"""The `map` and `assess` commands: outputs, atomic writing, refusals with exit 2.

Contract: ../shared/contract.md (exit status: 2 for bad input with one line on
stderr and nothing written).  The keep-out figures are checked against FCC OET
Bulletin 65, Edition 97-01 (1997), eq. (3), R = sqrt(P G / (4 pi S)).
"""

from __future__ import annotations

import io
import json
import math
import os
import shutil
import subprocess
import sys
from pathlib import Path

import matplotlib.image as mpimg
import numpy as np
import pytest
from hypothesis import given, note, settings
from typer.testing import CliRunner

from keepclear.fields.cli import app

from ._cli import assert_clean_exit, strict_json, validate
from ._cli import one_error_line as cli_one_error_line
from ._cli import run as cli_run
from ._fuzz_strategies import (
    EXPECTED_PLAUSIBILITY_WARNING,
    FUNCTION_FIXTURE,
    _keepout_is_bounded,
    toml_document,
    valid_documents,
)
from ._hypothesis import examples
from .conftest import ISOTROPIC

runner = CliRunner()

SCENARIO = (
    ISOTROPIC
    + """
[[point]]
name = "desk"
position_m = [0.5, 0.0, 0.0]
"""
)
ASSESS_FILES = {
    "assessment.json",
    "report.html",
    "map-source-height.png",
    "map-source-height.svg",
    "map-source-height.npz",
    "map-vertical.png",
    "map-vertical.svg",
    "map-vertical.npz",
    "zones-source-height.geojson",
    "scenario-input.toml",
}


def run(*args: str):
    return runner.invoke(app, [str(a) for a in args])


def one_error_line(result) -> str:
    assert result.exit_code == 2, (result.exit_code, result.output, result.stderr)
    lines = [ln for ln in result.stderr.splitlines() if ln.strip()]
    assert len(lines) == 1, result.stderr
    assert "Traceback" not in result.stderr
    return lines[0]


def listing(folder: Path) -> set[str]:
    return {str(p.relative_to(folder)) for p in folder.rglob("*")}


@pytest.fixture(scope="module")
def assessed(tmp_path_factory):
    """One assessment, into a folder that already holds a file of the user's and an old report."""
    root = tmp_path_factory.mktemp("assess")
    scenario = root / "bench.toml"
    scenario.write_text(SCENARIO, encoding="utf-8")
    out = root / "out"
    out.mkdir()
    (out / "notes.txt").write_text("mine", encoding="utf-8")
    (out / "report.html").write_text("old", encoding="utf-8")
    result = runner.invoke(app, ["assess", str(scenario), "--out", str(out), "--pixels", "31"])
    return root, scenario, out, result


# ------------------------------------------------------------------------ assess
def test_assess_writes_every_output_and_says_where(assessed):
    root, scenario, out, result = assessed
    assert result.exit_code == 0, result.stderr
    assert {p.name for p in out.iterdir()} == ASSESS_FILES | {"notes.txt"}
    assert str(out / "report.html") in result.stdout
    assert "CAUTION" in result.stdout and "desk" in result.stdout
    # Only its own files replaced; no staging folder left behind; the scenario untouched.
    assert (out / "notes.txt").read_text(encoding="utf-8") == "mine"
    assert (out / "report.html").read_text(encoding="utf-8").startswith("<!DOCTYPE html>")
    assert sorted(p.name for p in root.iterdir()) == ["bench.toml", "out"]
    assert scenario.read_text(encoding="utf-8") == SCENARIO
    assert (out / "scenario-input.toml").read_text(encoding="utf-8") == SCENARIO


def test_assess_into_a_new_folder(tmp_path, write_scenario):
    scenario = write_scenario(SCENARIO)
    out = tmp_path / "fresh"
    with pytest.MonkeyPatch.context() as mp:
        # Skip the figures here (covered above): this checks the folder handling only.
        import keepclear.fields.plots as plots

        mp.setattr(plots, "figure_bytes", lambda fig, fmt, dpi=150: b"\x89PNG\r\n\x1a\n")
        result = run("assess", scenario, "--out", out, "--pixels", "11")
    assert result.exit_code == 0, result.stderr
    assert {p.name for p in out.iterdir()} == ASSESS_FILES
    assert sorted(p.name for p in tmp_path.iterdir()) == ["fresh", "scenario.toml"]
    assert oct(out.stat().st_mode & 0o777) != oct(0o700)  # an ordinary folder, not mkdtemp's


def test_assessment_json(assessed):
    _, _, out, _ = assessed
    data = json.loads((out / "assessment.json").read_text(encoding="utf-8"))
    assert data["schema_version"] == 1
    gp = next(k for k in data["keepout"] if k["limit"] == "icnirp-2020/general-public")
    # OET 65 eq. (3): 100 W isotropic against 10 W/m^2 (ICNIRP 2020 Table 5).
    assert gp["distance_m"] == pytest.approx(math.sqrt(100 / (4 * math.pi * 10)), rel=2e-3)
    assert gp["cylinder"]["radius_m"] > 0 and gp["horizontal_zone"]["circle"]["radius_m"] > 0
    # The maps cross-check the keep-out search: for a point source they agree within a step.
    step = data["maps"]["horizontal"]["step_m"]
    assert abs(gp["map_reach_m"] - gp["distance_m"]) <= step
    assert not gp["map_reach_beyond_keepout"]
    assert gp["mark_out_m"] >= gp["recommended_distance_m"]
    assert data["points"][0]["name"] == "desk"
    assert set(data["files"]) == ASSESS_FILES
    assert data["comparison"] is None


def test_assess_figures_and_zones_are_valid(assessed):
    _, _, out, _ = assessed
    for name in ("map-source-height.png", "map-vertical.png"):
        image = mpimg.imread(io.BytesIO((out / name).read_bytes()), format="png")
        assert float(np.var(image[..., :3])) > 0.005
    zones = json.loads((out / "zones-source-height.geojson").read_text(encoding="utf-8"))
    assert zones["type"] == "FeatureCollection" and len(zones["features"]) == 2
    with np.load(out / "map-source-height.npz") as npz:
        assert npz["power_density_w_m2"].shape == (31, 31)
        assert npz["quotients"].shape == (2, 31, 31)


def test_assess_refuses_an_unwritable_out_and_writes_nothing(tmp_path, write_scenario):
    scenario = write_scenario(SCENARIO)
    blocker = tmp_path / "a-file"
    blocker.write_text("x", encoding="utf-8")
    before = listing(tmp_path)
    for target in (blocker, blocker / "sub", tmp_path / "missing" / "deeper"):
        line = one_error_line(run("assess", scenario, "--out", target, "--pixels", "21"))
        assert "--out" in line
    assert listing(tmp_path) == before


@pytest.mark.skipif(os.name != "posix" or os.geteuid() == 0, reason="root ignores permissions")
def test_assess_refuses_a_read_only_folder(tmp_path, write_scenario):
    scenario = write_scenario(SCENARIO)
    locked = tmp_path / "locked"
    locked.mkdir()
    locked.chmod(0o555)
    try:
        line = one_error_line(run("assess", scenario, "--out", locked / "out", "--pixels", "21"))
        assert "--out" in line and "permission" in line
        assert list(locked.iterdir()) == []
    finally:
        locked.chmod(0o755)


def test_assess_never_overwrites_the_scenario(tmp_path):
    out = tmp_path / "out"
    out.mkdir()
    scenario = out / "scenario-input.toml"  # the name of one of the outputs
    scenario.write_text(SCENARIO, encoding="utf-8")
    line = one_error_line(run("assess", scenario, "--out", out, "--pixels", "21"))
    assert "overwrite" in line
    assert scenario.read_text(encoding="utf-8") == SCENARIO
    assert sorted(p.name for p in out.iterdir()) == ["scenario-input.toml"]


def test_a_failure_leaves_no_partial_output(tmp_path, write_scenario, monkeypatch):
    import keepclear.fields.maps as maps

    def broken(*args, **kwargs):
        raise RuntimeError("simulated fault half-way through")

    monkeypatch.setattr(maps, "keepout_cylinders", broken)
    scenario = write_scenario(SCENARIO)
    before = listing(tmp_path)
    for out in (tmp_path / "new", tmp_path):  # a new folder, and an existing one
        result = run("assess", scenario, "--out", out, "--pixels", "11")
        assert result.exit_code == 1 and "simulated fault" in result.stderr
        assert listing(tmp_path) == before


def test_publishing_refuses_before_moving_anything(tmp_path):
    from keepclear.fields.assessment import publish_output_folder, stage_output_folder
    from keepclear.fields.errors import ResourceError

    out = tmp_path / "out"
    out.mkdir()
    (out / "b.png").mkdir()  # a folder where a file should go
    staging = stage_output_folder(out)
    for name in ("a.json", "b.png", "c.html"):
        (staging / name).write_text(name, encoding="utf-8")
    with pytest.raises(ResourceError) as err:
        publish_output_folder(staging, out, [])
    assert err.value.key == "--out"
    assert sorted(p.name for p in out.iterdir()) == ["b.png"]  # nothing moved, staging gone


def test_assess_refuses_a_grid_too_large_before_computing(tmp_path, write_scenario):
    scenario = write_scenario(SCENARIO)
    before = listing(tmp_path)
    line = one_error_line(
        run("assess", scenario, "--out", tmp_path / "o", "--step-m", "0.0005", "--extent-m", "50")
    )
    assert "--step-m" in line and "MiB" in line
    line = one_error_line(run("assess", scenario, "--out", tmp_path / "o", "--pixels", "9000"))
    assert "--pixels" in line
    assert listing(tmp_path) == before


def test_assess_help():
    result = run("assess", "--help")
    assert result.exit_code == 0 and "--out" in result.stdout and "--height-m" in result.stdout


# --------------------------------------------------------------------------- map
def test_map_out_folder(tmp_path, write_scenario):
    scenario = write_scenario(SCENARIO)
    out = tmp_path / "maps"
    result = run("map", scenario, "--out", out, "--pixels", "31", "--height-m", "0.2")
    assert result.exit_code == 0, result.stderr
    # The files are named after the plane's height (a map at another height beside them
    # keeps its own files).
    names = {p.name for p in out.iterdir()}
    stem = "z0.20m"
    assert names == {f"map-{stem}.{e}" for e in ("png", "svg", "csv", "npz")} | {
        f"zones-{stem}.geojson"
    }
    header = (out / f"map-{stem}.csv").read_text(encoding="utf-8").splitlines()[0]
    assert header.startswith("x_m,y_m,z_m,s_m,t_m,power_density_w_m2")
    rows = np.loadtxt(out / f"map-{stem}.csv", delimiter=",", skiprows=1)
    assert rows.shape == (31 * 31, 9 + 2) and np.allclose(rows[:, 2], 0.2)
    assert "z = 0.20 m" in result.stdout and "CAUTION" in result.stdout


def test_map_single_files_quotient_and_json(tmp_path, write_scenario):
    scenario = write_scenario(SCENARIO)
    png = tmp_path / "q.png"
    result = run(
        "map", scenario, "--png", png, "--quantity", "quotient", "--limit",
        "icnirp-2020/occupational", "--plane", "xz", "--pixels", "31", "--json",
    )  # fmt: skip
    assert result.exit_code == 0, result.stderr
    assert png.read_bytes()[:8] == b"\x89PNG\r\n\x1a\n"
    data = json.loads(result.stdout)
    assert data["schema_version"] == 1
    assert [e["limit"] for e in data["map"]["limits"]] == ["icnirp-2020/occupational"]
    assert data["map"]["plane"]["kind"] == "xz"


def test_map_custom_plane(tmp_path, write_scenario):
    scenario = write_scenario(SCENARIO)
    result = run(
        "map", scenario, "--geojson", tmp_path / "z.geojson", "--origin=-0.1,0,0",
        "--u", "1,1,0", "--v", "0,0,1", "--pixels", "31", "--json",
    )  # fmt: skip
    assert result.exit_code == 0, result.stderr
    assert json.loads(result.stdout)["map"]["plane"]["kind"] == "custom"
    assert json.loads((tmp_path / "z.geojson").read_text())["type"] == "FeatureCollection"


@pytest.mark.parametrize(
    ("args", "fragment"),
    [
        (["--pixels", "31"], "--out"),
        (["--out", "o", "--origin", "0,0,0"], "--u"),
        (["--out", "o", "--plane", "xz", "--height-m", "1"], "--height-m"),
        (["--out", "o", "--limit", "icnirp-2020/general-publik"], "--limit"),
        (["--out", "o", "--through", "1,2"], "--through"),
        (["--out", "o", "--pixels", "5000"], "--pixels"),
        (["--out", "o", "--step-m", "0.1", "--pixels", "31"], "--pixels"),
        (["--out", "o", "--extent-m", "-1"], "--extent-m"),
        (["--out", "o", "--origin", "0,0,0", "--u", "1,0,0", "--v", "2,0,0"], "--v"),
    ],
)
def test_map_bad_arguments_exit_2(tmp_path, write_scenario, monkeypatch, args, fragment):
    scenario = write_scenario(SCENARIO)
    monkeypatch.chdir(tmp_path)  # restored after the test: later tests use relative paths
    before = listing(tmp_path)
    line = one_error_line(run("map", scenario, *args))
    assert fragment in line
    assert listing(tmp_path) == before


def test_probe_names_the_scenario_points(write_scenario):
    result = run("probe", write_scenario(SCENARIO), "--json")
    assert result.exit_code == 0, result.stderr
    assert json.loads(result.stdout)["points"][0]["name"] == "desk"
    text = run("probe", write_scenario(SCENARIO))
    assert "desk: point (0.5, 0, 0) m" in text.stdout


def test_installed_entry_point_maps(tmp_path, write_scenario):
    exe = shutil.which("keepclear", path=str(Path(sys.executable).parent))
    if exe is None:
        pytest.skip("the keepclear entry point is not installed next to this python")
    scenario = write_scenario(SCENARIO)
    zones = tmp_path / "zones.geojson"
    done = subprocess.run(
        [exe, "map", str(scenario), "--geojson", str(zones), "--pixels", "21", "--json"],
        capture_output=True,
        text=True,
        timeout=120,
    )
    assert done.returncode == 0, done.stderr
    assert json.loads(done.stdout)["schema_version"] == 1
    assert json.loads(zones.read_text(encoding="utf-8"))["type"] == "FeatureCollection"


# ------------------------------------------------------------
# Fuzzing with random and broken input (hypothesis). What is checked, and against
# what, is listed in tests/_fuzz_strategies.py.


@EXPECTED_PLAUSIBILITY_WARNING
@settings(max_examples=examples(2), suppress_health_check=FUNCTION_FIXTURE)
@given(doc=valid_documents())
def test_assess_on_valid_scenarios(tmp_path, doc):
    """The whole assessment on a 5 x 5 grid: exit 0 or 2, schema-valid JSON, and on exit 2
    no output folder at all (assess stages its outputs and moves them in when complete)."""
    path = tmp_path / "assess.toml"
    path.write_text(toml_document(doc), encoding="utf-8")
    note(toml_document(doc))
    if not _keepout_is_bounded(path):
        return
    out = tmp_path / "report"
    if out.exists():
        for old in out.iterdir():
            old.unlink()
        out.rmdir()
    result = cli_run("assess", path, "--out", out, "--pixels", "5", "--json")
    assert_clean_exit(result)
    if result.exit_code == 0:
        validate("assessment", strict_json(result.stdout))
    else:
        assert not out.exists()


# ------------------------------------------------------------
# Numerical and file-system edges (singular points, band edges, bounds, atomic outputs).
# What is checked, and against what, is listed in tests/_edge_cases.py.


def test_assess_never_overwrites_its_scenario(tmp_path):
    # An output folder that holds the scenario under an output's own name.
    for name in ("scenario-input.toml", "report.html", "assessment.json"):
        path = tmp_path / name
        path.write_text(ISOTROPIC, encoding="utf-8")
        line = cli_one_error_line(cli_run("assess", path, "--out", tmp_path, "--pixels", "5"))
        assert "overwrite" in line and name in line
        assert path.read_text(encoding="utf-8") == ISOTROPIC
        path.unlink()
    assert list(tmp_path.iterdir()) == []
* * *
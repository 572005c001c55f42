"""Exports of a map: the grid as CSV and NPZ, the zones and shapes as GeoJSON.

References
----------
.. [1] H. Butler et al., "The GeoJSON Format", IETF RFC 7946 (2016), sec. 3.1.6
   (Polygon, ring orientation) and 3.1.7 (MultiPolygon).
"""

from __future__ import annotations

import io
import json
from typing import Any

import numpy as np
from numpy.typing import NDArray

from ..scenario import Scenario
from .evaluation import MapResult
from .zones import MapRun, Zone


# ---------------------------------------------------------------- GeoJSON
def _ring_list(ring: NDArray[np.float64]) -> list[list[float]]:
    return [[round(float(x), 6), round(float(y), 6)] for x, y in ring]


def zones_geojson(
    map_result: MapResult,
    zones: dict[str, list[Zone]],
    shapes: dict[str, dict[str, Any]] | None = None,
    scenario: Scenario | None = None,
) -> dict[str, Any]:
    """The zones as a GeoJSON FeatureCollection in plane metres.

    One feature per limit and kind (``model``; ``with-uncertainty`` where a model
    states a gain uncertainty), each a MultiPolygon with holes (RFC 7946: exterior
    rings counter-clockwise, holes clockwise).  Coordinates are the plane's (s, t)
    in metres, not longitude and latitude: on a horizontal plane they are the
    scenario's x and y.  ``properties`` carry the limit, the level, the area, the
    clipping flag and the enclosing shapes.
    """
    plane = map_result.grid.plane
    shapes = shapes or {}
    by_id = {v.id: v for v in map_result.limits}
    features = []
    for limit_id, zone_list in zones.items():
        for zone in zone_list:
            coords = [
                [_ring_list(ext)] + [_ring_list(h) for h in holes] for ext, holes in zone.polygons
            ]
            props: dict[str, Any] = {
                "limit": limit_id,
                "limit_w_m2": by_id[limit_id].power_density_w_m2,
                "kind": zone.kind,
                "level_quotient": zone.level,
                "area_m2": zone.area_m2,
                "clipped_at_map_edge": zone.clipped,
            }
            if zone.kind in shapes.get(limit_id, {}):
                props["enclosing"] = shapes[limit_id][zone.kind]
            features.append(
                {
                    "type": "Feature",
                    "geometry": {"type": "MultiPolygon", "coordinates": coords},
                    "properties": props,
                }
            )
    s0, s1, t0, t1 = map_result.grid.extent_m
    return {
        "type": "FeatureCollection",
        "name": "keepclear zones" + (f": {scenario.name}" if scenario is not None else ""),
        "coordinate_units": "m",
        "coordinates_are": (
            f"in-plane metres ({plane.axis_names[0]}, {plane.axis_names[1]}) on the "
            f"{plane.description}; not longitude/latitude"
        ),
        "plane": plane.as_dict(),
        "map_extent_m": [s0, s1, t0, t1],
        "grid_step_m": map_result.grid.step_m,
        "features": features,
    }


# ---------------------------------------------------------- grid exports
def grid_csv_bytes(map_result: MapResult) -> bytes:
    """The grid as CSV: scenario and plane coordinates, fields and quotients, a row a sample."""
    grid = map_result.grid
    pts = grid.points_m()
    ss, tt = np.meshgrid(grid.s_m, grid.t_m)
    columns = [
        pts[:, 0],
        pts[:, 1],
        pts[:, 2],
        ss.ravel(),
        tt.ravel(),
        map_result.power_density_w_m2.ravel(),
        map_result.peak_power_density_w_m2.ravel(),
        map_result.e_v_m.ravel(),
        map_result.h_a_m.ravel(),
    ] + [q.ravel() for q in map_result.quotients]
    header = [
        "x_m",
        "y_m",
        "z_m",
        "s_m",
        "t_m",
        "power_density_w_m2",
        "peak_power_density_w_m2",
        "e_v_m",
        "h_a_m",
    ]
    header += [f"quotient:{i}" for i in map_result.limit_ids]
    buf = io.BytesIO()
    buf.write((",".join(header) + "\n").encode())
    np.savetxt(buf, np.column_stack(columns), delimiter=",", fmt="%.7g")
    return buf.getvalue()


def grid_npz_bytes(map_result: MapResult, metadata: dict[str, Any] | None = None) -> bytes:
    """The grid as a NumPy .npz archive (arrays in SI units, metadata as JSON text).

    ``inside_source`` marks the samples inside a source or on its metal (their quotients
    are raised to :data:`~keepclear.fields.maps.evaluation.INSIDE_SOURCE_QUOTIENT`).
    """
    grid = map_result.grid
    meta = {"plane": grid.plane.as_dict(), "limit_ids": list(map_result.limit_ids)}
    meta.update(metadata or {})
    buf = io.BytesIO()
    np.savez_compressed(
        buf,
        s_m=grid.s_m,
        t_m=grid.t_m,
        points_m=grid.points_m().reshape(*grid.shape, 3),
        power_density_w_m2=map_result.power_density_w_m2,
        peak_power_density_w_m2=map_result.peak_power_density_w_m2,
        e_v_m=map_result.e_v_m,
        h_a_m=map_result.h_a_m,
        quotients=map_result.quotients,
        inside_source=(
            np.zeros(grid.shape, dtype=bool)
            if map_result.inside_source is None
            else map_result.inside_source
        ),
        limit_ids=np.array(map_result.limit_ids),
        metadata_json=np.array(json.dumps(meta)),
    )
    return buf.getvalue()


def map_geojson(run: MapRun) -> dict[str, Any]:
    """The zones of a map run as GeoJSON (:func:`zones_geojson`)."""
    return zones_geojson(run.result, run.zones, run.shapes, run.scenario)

## Your assignment
The answer must consist of every line from the entries that holds the string "root".

## Answer box
    root = tmp_path_factory.mktemp("assess")
    scenario = root / "bench.toml"
    out = root / "out"
    return root, scenario, out, result
    root, scenario, out, result = assessed
    assert sorted(p.name for p in root.iterdir()) == ["bench.toml", "out"]
@pytest.mark.skipif(os.name != "posix" or os.geteuid() == 0, reason="root ignores permissions")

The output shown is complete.